Veal Stock - cooking recipe

Ingredients
    8 lbs large veal bones, such as leg bones
    2 white onions
    4 whole cloves
    2 large carrots, peeled and coarsely chopped
    3 celery, coarsely chopped
    20 garlic cloves
    2/3 cup tomato paste
    bouquet garni
    1 tablespoon whole black peppercorn
    1 cup water
Preparation
    Preheat an oven to 500\u00b0F Place the veal bones in a roasting pan and roast for 20 minutes.

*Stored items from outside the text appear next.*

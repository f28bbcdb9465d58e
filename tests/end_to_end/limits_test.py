#!/usr/bin/python3
"""Terrains at the limits of what may come, through the command: what stands in the result is what is known of them by construction."""
import collections
import subprocess
import sys
import unittest

import numpy as np
from osgeo import gdal

from support import CommandTest, FOOT, VERIFY, system_of, table

CELL = 2.0
AREA = CELL * CELL
VOID = -9999.0
LEAVES, NO_AZIMUTH = 65534, 65535
CHANNEL_FROM_KM2, CHANNEL_N = 0.05, 0.045   # 5 ha; as the study has them where it does not say
STEPS = {0: (-1, 0), 45: (-1, 1), 90: (0, 1), 135: (1, 1), 180: (1, 0), 225: (1, -1), 270: (0, -1), 315: (-1, -1)}


def spiral(size, with_pit):
    """A level way one cell wide that winds inwards between walls from the left edge; its middle is lower where `with_pit`."""
    z = np.full((size, size), 9.0)
    row, column, way = 1, 0, 0
    z[row, column] = 1.0
    ways = ((0, 1), (1, 0), (0, -1), (-1, 0))
    turns = 0
    while turns < 2:
        dr, dc = ways[way]
        to, after = (row + dr, column + dc), (row + 2 * dr, column + 2 * dc)
        is_inside = 0 <= after[0] < size and 0 <= after[1] < size
        if min(to) < 1 or max(to) > size - 2 or (is_inside and z[after] < 9.0):
            way, turns = (way + 1) % 4, turns + 1
            continue
        (row, column), turns = to, 0
        z[row, column] = 1.0
    if with_pit:
        z[row, column] = 0.0
    return z, (row, column)


def length_of_way(z, level, start, end):
    """Steps of the shortest way over cells no higher than a level, and how many of them are diagonal at least: each bend of the spiral has one."""
    before, waiting = {start: None}, collections.deque([start])
    while end not in before:
        row, column = waiting.popleft()
        for dr, dc in STEPS.values():
            to = (row + dr, column + dc)
            if 0 <= to[0] < z.shape[0] and 0 <= to[1] < z.shape[1] and z[to] <= level and to not in before:
                before[to] = (row, column)
                waiting.append(to)
    straight = diagonal = 0
    while before[end] is not None:
        is_diagonal = end[0] != before[end][0] and end[1] != before[end][1]
        straight, diagonal, end = straight + (not is_diagonal), diagonal + is_diagonal, before[end]
    return CELL * (straight + diagonal * np.sqrt(2))


class Limits(CommandTest):
    def run_on(self, z, more="", verified=True, **options):
        """Runs a study of a terrain, all of it grass, and gives its rasters by name."""
        self.ground(values=z, cell=CELL, **({"kind": gdal.GDT_Float32} | options))
        self.cover(values=np.ones(z.shape, np.uint8), cell=CELL)
        self.book()
        (self.folder / "study.toml").write_text('report_units = "si"\n[terrain]\nelevation = "dem.tif"\n[surface]\ncover = "cover.tif"\nbook = "book.csv"\n'
                                                '[rain]\ntwo_year_24_hour = "90 mm"\n' + more)
        self.done("run", "study.toml", "--replace", "--quiet")
        if verified:
            said = subprocess.run([sys.executable, "-B", VERIFY, self.folder / "result", self.folder / "dem.tif", "--study", self.folder / "study.toml"],
                                  capture_output=True, text=True, check=False)
            self.assertEqual(said.returncode, 0, said.stdout + said.stderr)
        return {name: gdal.Open(str(self.folder / f"result/rasters/{name}.tif")).ReadAsArray()
                for name in ("flow_azimuth", "spill_elevation", "contributing_area", "catchment", "regime", "travel_time")}

    def roots(self, rasters):
        return list(zip(*np.nonzero(rasters["flow_azimuth"] == LEAVES)))

    def sole_outlet(self):
        (outlet,) = self.result()["outlets"]
        return outlet

    def test_one_flat_drains_from_each_cell_to_the_nearest_edge(self):
        rows, columns = 120, 150
        rasters = self.run_on(np.full((rows, columns), 7.0), '[points]\nauto_area = "0.001 %"\n')
        row, column = np.indices((rows, columns))
        to_edge = np.minimum.reduce([row, column, rows - 1 - row, columns - 1 - column])
        np.testing.assert_array_equal(rasters["flow_azimuth"] == LEAVES, to_edge == 0)
        for azimuth, (dr, dc) in STEPS.items():
            here = rasters["flow_azimuth"] == azimuth
            np.testing.assert_array_equal(to_edge[row[here] + dr, column[here] + dc], to_edge[here] - 1)
        self.assertEqual(set(np.unique(rasters["spill_elevation"])), {7.0})
        outlets = self.result()["outlets"]
        self.assertEqual(len(outlets), 2 * (rows + columns) - 4)   # every cell of the edge
        self.assertAlmostEqual(sum(outlet["area_m2"] for outlet in outlets), rows * columns * AREA)
        self.assertGreaterEqual(max(outlet["longest_path"]["length_m"] for outlet in outlets), CELL * to_edge.max())
        self.assertEqual(table(self.folder / "result/tables/depressions.csv"), [])

    def test_a_spiral_one_cell_wide_is_run_through_from_its_middle_to_its_mouth(self):
        size = 101
        for with_pit in (False, True):
            z, middle = spiral(size, with_pit)
            rasters = self.run_on(z)
            self.assertEqual(self.roots(rasters), [(1, 0)])
            outlet = self.sole_outlet()
            self.assertAlmostEqual(outlet["area_m2"], size * size * AREA)
            self.assertEqual(rasters["contributing_area"][1, 0], size * size * AREA)
            # The head is a wall beside the middle, a straight or a diagonal step from the way.
            way = length_of_way(z, 1.0, (1, 0), middle)
            self.assertAlmostEqual(outlet["longest_path"]["length_m"], way, delta=CELL * np.sqrt(2) + 1e-3)
            self.assertGreater(outlet["longest_path"]["length_m"], size * size / 2 * CELL * 0.9)
            self.assertEqual(set(np.unique(rasters["spill_elevation"])), {1.0, 9.0})
            rows = table(self.folder / "result/tables/depressions.csv")
            self.assertEqual([(float(row["depth_m"]), row["cells"]) for row in rows], [(1.0, "1")] if with_pit else [])

    def test_a_comb_between_walls_fills_and_leaves_by_one_place(self):
        rows, columns = 120, 121
        z = np.full((rows, columns), 5.0)
        z[1:-1, 1:-1:2] = z[rows // 2, 1:-1] = 2.0
        rasters = self.run_on(z)
        self.assertEqual(len(self.roots(rasters)), 1)
        self.assertEqual(set(np.unique(rasters["spill_elevation"])), {5.0})
        self.assertAlmostEqual(self.sole_outlet()["area_m2"], rows * columns * AREA)
        (depression,) = table(self.folder / "result/tables/depressions.csv")
        cells = np.count_nonzero(z == 2.0)
        self.assertEqual((float(depression["depth_m"]), int(depression["cells"]), depression["on_governing_path"]), (3.0, cells, "yes"))
        self.assertAlmostEqual(float(depression["volume_m3"]) / (3.0 * cells * AREA), 1, delta=1e-4)   # five digits

    def test_all_water_around_one_pit_leaves_by_the_lowest_of_the_edge(self):
        side, middle = 1001, 500
        row, column = np.mgrid[0:side, 0:side]
        z = np.hypot(row - middle, column - (middle + 0.3)).astype(np.float32)
        rasters = self.run_on(z, verified=False)
        self.assertEqual(self.roots(rasters), [(middle, side - 1)])   # 499.7 from the pit; the left end of its row is 500.3 away
        np.testing.assert_array_equal(rasters["flow_azimuth"][middle, middle:-1], 90)
        self.assertAlmostEqual(self.sole_outlet()["area_m2"], side * side * AREA)
        np.testing.assert_array_equal(rasters["spill_elevation"], np.maximum(z, z[middle, -1]).astype(float))
        (depression,) = table(self.folder / "result/tables/depressions.csv")
        self.assertEqual(int(depression["cells"]), np.count_nonzero(z < z[middle, -1]))
        self.assertEqual(depression["on_governing_path"], "yes")

    def test_one_cell_among_a_million_voids_is_its_own_catchment(self):
        z = np.full((1000, 1000), VOID)
        z[777, 234] = 4.0
        rasters = self.run_on(z, verified=False, nodata=VOID)
        self.assertEqual(self.roots(rasters), [(777, 234)])
        self.assertEqual(np.count_nonzero(rasters["flow_azimuth"] == NO_AZIMUTH), 999_999)
        outlet = self.sole_outlet()
        self.assertEqual((outlet["area_m2"], outlet["time_of_concentration_s"], outlet["longest_path"]["length_m"]), (AREA, 0, 0))
        self.assertEqual((rasters["spill_elevation"][777, 234], rasters["travel_time"][777, 234]), (4.0, 0.0))
        self.assertEqual(np.count_nonzero(rasters["catchment"] == 1), 1)

    def test_a_million_cells_in_one_row_and_in_one_column_are_one_slope(self):
        cells = 1_000_000
        line = (cells - 1 - np.arange(cells)) / 128   # exact in single precision
        found = {}
        for name, z in (("row", line[np.newaxis]), ("column", line[:, np.newaxis])):
            rasters = {key: values.ravel() for key, values in self.run_on(z, verified=False).items()}
            outlet = self.sole_outlet()
            self.assertAlmostEqual(outlet["area_m2"], cells * AREA)
            self.assertAlmostEqual(outlet["longest_path"]["length_m"], (cells - 1) * CELL)
            np.testing.assert_array_equal(rasters["contributing_area"], AREA * np.arange(1, cells + 1))
            np.testing.assert_array_equal(rasters["spill_elevation"], line)
            np.testing.assert_array_equal(rasters.pop("flow_azimuth")[:-1], 90 if name == "row" else 180)
            self.assertAlmostEqual(outlet["time_of_concentration_s"] / self.time_of_slope(cells), 1, delta=1e-4)
            self.assertAlmostEqual(rasters["travel_time"][0] * 60 / outlet["time_of_concentration_s"], 1, delta=1e-6)
            found[name] = rasters
        for name, values in found["row"].items():
            np.testing.assert_array_equal(values, found["column"][name], name)

    @staticmethod
    def time_of_slope(cells):
        """Sheet flow for 100 ft, shallow to where a channel begins, then a channel by contributing area, as the methods print them."""
        slope = 1 / 128 / CELL
        reaches = np.arange(1, cells) * AREA / 1e6                              # km2 that drain through the cell a step begins in
        is_channel = reaches >= CHANNEL_FROM_KM2
        width, depth = 2.70 * reaches ** 0.352, 0.30 * reaches ** 0.213
        radius = width * depth / (width + 2 * depth)
        channel = np.sum(CELL * CHANNEL_N / (radius ** (2 / 3) * np.sqrt(slope)), where=is_channel)
        overland_m = CELL * np.count_nonzero(~is_channel)
        # n L / sqrt(S) reaches 100 ft after this length of grass.
        sheet_m = 100 * FOOT * np.sqrt(slope) / 0.24
        sheet_s = 3600 * 0.007 * 100 ** 0.8 / np.sqrt(90 / 25.4)
        return sheet_s + (overland_m - sheet_m) / (16.135 * FOOT * np.sqrt(slope)) + channel

    def test_a_level_river_parts_in_its_middle_and_its_steep_tributaries_keep_their_slope(self):
        rows, columns = 21, 1000
        z = np.abs(np.arange(rows)[:, np.newaxis] - 10.0) + np.zeros(columns)
        rasters = self.run_on(z, '[timing]\nchannel_from = "40 m2"\n')
        self.assertEqual(self.roots(rasters), [(10, 0), (10, columns - 1)])
        np.testing.assert_array_equal(rasters["flow_azimuth"][:10], 180)
        np.testing.assert_array_equal(rasters["flow_azimuth"][11:], 0)
        np.testing.assert_array_equal(rasters["flow_azimuth"][10, 1:-1], [270] * 499 + [90] * 499)
        outlets = self.result()["outlets"]
        self.assertEqual([outlet["area_m2"] for outlet in outlets], [rows * 500 * AREA] * 2)
        for outlet in outlets:
            self.assertAlmostEqual(outlet["longest_path"]["length_m"], (10 + 499) * CELL)
            river = [segment for segment in table(self.folder / "result/tables/segments.csv")
                     if segment["point"] == outlet["name"] and segment["path"] == "governing" and segment["regime"] == "channel"]
            self.assertEqual({float(segment["slope_equivalent"]) for segment in river if float(segment["length_m"]) > 30}, {0.0001})   # the floor

    def test_more_cells_than_can_be_numbered_are_refused_by_the_header_alone(self):
        for rows, columns in ((65_537, 65_536), (1_000_000, 4_295)):
            file = gdal.GetDriverByName("GTiff").Create(str(self.folder / "huge.tif"), columns, rows, 1, gdal.GDT_Byte,
                                                        ["SPARSE_OK=TRUE", "TILED=YES", "BLOCKXSIZE=4096", "BLOCKYSIZE=4096", "BIGTIFF=YES"])
            file.SetGeoTransform((500_000, 2, 0, 5_400_000, 0, -2))
            file.SetProjection(system_of(25832).ExportToWkt())
            file.GetRasterBand(1).SetUnitType("m")
            file = None
            self.cover(values=np.ones((4, 4), np.uint8))
            self.book()
            words = ("--elevation", "huge.tif", "--cover", "cover.tif", "--book", "book.csv", "--rain", "90 mm")
            self.refused(1, "run", *words, says=("huge.tif", f"{columns} x {rows} cells", "at most 4294967294"))
            checked = self.rillclock("check", *words)
            self.assertEqual(checked.returncode, 1, checked.stderr)
            self.assertIn("at most 4294967294", checked.stderr)


if __name__ == "__main__":
    unittest.main()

    Meanwhile, coarsely chop 1 of the onion. Stud the other whole onion with the cloves.
    Remove the pan from the oven and distribute the carrots, chopped and whole onion, celery, garlic and tomato paste evenly over the veal bones. Return to the oven and roast until the vegetables are lightly browned, about 15 minutes.
    Using a slotted spoon, transfer all the contents of the roasting pan to a stockpot. Add the Bouquet garni and peppercorns. Discard the fat from the roasting pan and place the pan over medium heat. When the pan is hot, andd the water and deglaze the pan by stirring to dislodge any browned bits from the pan bottom. Pour the liquid into the stockpot.
    Add water to the stockpot just to cover the ingredients. Bring to a boil and , using a large spoon or wire skinner, skim off any foam that forms on top. Reduce the heat to low, cover and simmer for about 3 hours. Continue to skim off any foam that floats to the top during simmering.
    Strain the stock through a fine-mesh sieve lined with cheesecloth into a clean container. Discard the contents of the sieve.
    Use immediately or let cool, cover and refrigerate for up to 1 week, or freeze for up to 1 month in small freezer bags. Lift off any solidified fat from the surface of the chilled stock before using.